It should worry us that the traditional forms of gender-based violence have found new expressions online. The same misogyny that manifests in physical spaces where the reputations of women and girls are considered fair game has simply migrated to digital platforms where it can operate with greater reach and impunity. When any woman or girl who posts on social media risks having someone she may never have met claim sexual knowledge of her in the comments section, the message is clear: your voice comes with the price of potential humiliation. This chilling effect on participation in digital spaces represents a direct assault on their freedom of expression and is injurious to the health of society.

Addressing digital violence against our women and girls requires action on multiple fronts We need laws that specifically address TFGBV and can be effectively enforced. This means not only updating statutes but also training law enforcement and judicial officers to take such complaints seriously. While the Violence Against Persons Prohibition (VAPP) Act of 2015 represents progress in recognizing various forms of gender-based violence, its implementation remains inconsistent, and its provisions do not fully capture the nuances of digital harassment. Besides, enforcement of certain provisions has become a tool against critics of powerful individuals than against those who perpetrate online violence against women and girls.

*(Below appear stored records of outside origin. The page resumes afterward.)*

#[cfg(test)]
mod tests {
    use super::*;

    /// CWRU lists the drive-end "rolling element" multiple 4.7135, twice the
    /// ball spin 2.357 of Smith & Randall 2015 Table 2; MFPT's rig value
    /// 2.55456 (from its geometry, manifest) is already 1 x BSF.
    #[test]
    fn bsf_convention_from_kinematics() {
        assert!((single_sided_bsf(0.39828, 4.7135) - 2.357).abs() < 0.001);
        assert!((single_sided_bsf(0.40562, 2.55456) - 2.55456).abs() < 1e-6);
        // No simple rolling bearing (FTF >= 0.5, e.g. a planet bearing's
        // multiples of the carrier): taken as given.
        assert_eq!(single_sided_bsf(1.12, 4.73), 4.73);
    }

    #[test]
    fn judging() {
        let s = [20.0, 30.0, 0.0, 10.0];
        assert!(judge(
            Some(DefectKind::Bpfi),
            &[DefectKind::Bpfi, DefectKind::Bsf],
            &s
        ));
        assert!(!judge(
            Some(DefectKind::Bsf),
            &[DefectKind::Bpfi, DefectKind::Bsf],
            &s
        ));
        assert!(!judge(Some(DefectKind::Bpfo), &[], &s));
        assert!(judge(None, &[], &s));
        assert!(!judge(None, &[DefectKind::Ftf], &s));
        assert_eq!(expected_kind("outer_race"), Some(Some(DefectKind::Bpfo)));
        assert_eq!(expected_kind("faulty bearing; race not stated"), None);
    }

    #[test]
    fn manifest_records() {
        let text = r#"
[[recording]]
file = "a.wav"
sample_rate_hz = 12000
shaft_rpm = 1772.0
fault_location = "inner_race"
channel = "DE"
n_rollers = 9
roller_diameter_in = 0.3126
pitch_diameter_in = 1.537
contact_angle_deg = 0.0
bsf_x = 4.7135

[[recording]]
file = "b.wav"
sample_rate_hz = 48828
shaft_rpm = 379.7
fault_location = "faulty bearing"
bpfi_x = 10.72
bpfo_x = 8.2
ftf_x = 0.436
bsf_x = 3.84
"#;
        let r = parse_manifest(text).unwrap();
        assert_eq!(r.len(), 2);
        assert!(matches!(
            r[0].kinematics,
            BearingKinematics::Geometry { rollers: 9, .. }
        ));
        assert!(matches!(
            r[1].kinematics,
            BearingKinematics::Multiples { bsf_x, .. } if (bsf_x - 3.84).abs() < 1e-6
        ));
        let err = parse_manifest("[[recording]]\nfile = \"x.wav\"\n").unwrap_err();
        assert!(err.contains("sample_rate_hz"), "{err}");
        // A record shorter than one 64-revolution segment gets 128 samples/rev.
        let p = validation_point(&r[1], 488_280);
        assert_eq!(p.samples_per_rev, 128);
        let p = validation_point(&r[0], 122_000);
        assert_eq!((p.samples_per_rev, p.revolutions), (64, 256));
    }
}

Perhaps the biggest responsibility is with platform companies. They must do more than issue community guidelines. They must invest in robust content moderation, respond promptly to reports of harassment and design their systems to discourage rather than amplify abusive behaviour. The current model, which prioritizes engagement over safety, has proven inadequate to the challenge. Coming back home, we need a cultural shift in how we understand and respond to online harassment. Every time we witness such behaviour and remain silent, we become complicit in normalizing it. Every time we laugh at or engage with posts that demean women and girls, we reinforce the structures that enable digital violence.

The ongoing 16 Days of Activism therefore provides an opportunity for each of us to examine our own online behaviour and to commit to creating digital spaces where women and girls can participate fully, safely, and with dignity. (THISDAY)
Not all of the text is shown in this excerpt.